Antes de levantarse y aprovechando que continuaban sin darse cuenta, le dije que en un papelito me pusiera su nombre y un teléfono donde la pudiera localizar. Lo anotó en el borde superior del periódico, lo arrancó y me lo dio. Lo guardé en el mismo bolsillito del pantalón donde tenía las tres monedas de 0,20 centavos.
Son unos delincuentes
En cuanto pudo, la mujer llamó a casa de Raúl Rivero. Blanca, su esposa, fue quien recibió el recado. Inmediatamente después lo sabría también Vladimiro y él se encargaría de comunicar nuestra detención a Frances Kerry, corresponsal de Reuters.
La Kerry se disponía a asistir la conferencia de prensa que al término de su visita a Cuba ofrecería el ministro de asuntos exteriores de Canadá, Lloyd Axworthy, en el Centro de Prensa Internacional. Lo acompañaba el entonces canciller cubano Roberto Robaina.
A la hora de las preguntas, la corresponsal de Reuters se paró y le comunicó al ministro canadiense que dos periodistas independientes de Cuba Press habían sido detenidos esa mañana cuando salían de la Embajada Checa.

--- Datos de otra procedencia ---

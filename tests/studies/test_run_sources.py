"""A sea-surface raster written from a fault's own uplift, run like the fault: same energy, same ranking."""

from __future__ import annotations

import dataclasses

import numpy as np
import pytest
import rasterio
from affine import Affine
from pyproj import Transformer
from scipy.stats import spearmanr

from tsunamifocus.io.bathymetry import load_bathymetry
from tsunamifocus.io.scenario import SourceConfig, parse_scenario
from tsunamifocus.products.demo import demo_inputs
from tsunamifocus.source.uplift import uplift_on_grid
from tsunamifocus.studies.run import _segments_for, analyse_source, build_source, load_scenario_bathymetry


@pytest.fixture(scope="module")
def demo(tmp_path_factory):
    base = tmp_path_factory.mktemp("sources")
    sc = parse_scenario(demo_inputs(base / "inputs"))
    sc = dataclasses.replace(sc, rays=dataclasses.replace(sc.rays, count=3000),
                             ensemble=dataclasses.replace(sc.ensemble, members=0))
    depth = load_scenario_bathymetry(sc)
    return base, sc, depth, _segments_for(depth, sc)


def test_raster_of_the_fault_uplift_gives_the_fault_energy_and_ranking(demo):
    base, sc, depth, seg = demo
    fault = analyse_source(depth, sc, sc.sources[0], segments=seg, all_bands=False)
    # the fault's uplift computed on the lon/lat version of the demo grid, written by rasterio as a
    # lon/lat GeoTIFF: another CRS and another grid than the projected grid of the run
    dll = load_bathymetry(base / "inputs" / "meridane_depth_lonlat.nc", values="depth")
    eta = uplift_on_grid(build_source(sc.sources[0]), dll)
    x, y = eta.lon.values, eta.lat.values
    dx, dy = float(x[1] - x[0]), float(y[1] - y[0])
    p = base / "fault_eta.tif"
    with rasterio.open(p, "w", driver="GTiff", height=y.size, width=x.size, count=1, dtype="float64",
                       crs="EPSG:4326", transform=Affine(dx, 0.0, x[0] - dx / 2, 0.0, -dy, y[-1] + dy / 2)) as dst:
        dst.write(eta.values[::-1], 1)
    raster = analyse_source(depth, sc, SourceConfig(name="raster", kind="surface", path=p), segments=seg,
                            all_bands=False)
    # issue target: the same energy within 1 % (E = 1/2 rho g integral eta^2 dA of both surfaces)
    assert raster.summary.energy_J == pytest.approx(fault.summary.energy_J, rel=0.01)
    # the same dominant period from the raster's spectrum as from the fault's geometry (rule of thumb)
    assert raster.period_s == pytest.approx(fault.period_s, rel=0.05)
    # the same ranking: the same top 5 up to near-ties, rank correlation over the coast (scipy).
    # (At this test's 3000 rays and one band, segments within a few per cent of each other may
    # swap between the two surfaces: here the fifth and sixth, S0060 and S0064, 1.4 % apart.)
    fa = fault.focusing.segments.set_index("segment_id")["lensing_factor"]
    ra = raster.focusing.segments.set_index("segment_id")["lensing_factor"].reindex(fa.index)
    a = fault.focusing.ranking["segment_id"].head(5).tolist()
    b = raster.focusing.ranking["segment_id"].head(5).tolist()
    assert len(set(a) & set(b)) >= 4
    for sid in set(a) ^ set(b):  # a swap at the edge of the top 5 is a near-tie in both runs
        assert fa[sid] == pytest.approx(fa[a[-1]], rel=0.05) and ra[sid] == pytest.approx(ra[b[-1]], rel=0.05)
    ok = np.isfinite(fa) & np.isfinite(ra)
    assert ok.sum() > 30
    assert spearmanr(fa[ok], ra[ok])[0] > 0.98


def test_subfault_source_from_a_scenario(demo, tmp_path):
    base, sc, depth, seg = demo
    # one row per half of the demo rupture's trace, slip on the northern half only (centroid positions)
    (lo1, la1), (lo2, la2) = sc.sources[0].segments[0].trace
    lat_mid = 0.5 * (la1 + la2)
    text = ("lon,lat,depth_km,strike_deg,dip_deg,rake_deg,length_km,width_km,slip_m\n"
            f"{lo1 + 0.5:.4f},{0.5 * (la1 + lat_mid):.4f},16.4,0.4,12,90,140,110,0\n"
            f"{lo1 + 0.5:.4f},{0.5 * (lat_mid + la2):.4f},16.4,0.4,12,90,140,110,10\n")
    (tmp_path / "model.csv").write_text(text)
    cfg = SourceConfig(name="half", kind="subfaults", path=tmp_path / "model.csv", depth_at="centroid")
    src = build_source(cfg)
    # M0 = mu L W D of the one slipping row (definition), 40 GPa default rigidity
    assert src.moment_nm == pytest.approx(4e10 * 140e3 * 110e3 * 10.0, rel=1e-6)
    a = analyse_source(depth, sc, cfg, segments=seg, all_bands=False, n_rays=1000)
    assert a.summary.kind == "subfaults"
    # the fan leaves from the slipping (northern) half: launch latitudes north of the trace's middle
    lon, lat = Transformer.from_crs(depth.spatial_ref.attrs["crs_wkt"], "EPSG:4326",
                                    always_xy=True).transform(a.fan.x0, a.fan.y0)
    assert np.average(lat, weights=a.fan.weights) > lat_mid


def test_the_wavelength_fraction_reaches_the_oceans_the_rays_are_traced_over(demo):
    """Sensitivity studies set the oceans' smoothing width through ``analyse_source``."""
    base, sc, depth, seg = demo
    narrow = analyse_source(depth, sc, sc.sources[0], segments=seg, all_bands=False, n_rays=1000,
                            wavelength_fraction=0.06, keep_paths=0)
    wide = analyse_source(depth, sc, sc.sources[0], segments=seg, all_bands=False, n_rays=1000, keep_paths=0)
    assert narrow.focusing.ray_depth.attrs["wavelength_fraction"] == pytest.approx(0.06)
    assert wide.focusing.ray_depth.attrs["wavelength_fraction"] == pytest.approx(0.25)
    # a narrower Gaussian keeps more of the sea floor's relief: the traced depths vary more
    # (a Gaussian average never widens a field's range; common practice, no source)
    d0 = np.asarray(depth.values, float)
    deep = np.isfinite(d0) & (d0 > 1000.0)
    assert np.std(narrow.focusing.ray_depth.values[deep]) > np.std(wide.focusing.ray_depth.values[deep])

Axworthy quiso saber detalles y se dirigió a Robaina y éste, cogido fuera de base, pidió a uno de sus ayudantes que con urgencia averiguara. Unos minutos más tarde Robaina le diría:
—Senor ministro, los detenidos no son periodistas, son unos delincuentes.
Cachito de papel
El pedacito de papel donde la buena mujer había anotado su nombre y teléfono de una vecina no fue detectado cuando me desnudaron y registraron mi ropa y mi cuerpo —cuclillas incluidas. Era tan minúsculo que quedó adherido al bolsillo donde suelen guardar las monedas.
A falta del estuche idóneo, ese cachito de papel me serviría para guardar mis lentes de contacto la larga noche que pasé en el calabozo.
Con cuidado lo rasgué y en la parte donde la mujer puso su nombre envolví el lente izquierdo y donde aparecía el número telefónico, el derecho.
Su nombre no lo he olvidado, pero hasta hoy lo que más lamento no es haber conservado los dos pedacitos de papel, sino no haber hecho lo que me pasó por la mente cuando aquella mujer de apariencia humilde se sento a mi lado: haberle dado el bolso verde.
En su interior, además de medicinas y regalos, había un sobre con 2 mil dólares. A propósito, ¿a dónde fueron a parar esos dos mil dólares?
La respuesta la tiene Francisco Estrada, oficial del DSE al frente del operativo que aquella mañana nos detuvo a Ñico y a mí cuando salíamos de la Embajada Checa.
Supongo que ese dinero —mil 200 para los periodistas de Cuba Press y 800 para los trámites de viaje a Miami de un periodista de la agencia cuyo padre recientemente había fallecido en esa ciudad— habrá ido a parar al mismo “cajón” donde la Seguridad del Estado “guarda” todos los objetos y pertenencias a menudo confiscados a disidentes y periodistas independientes.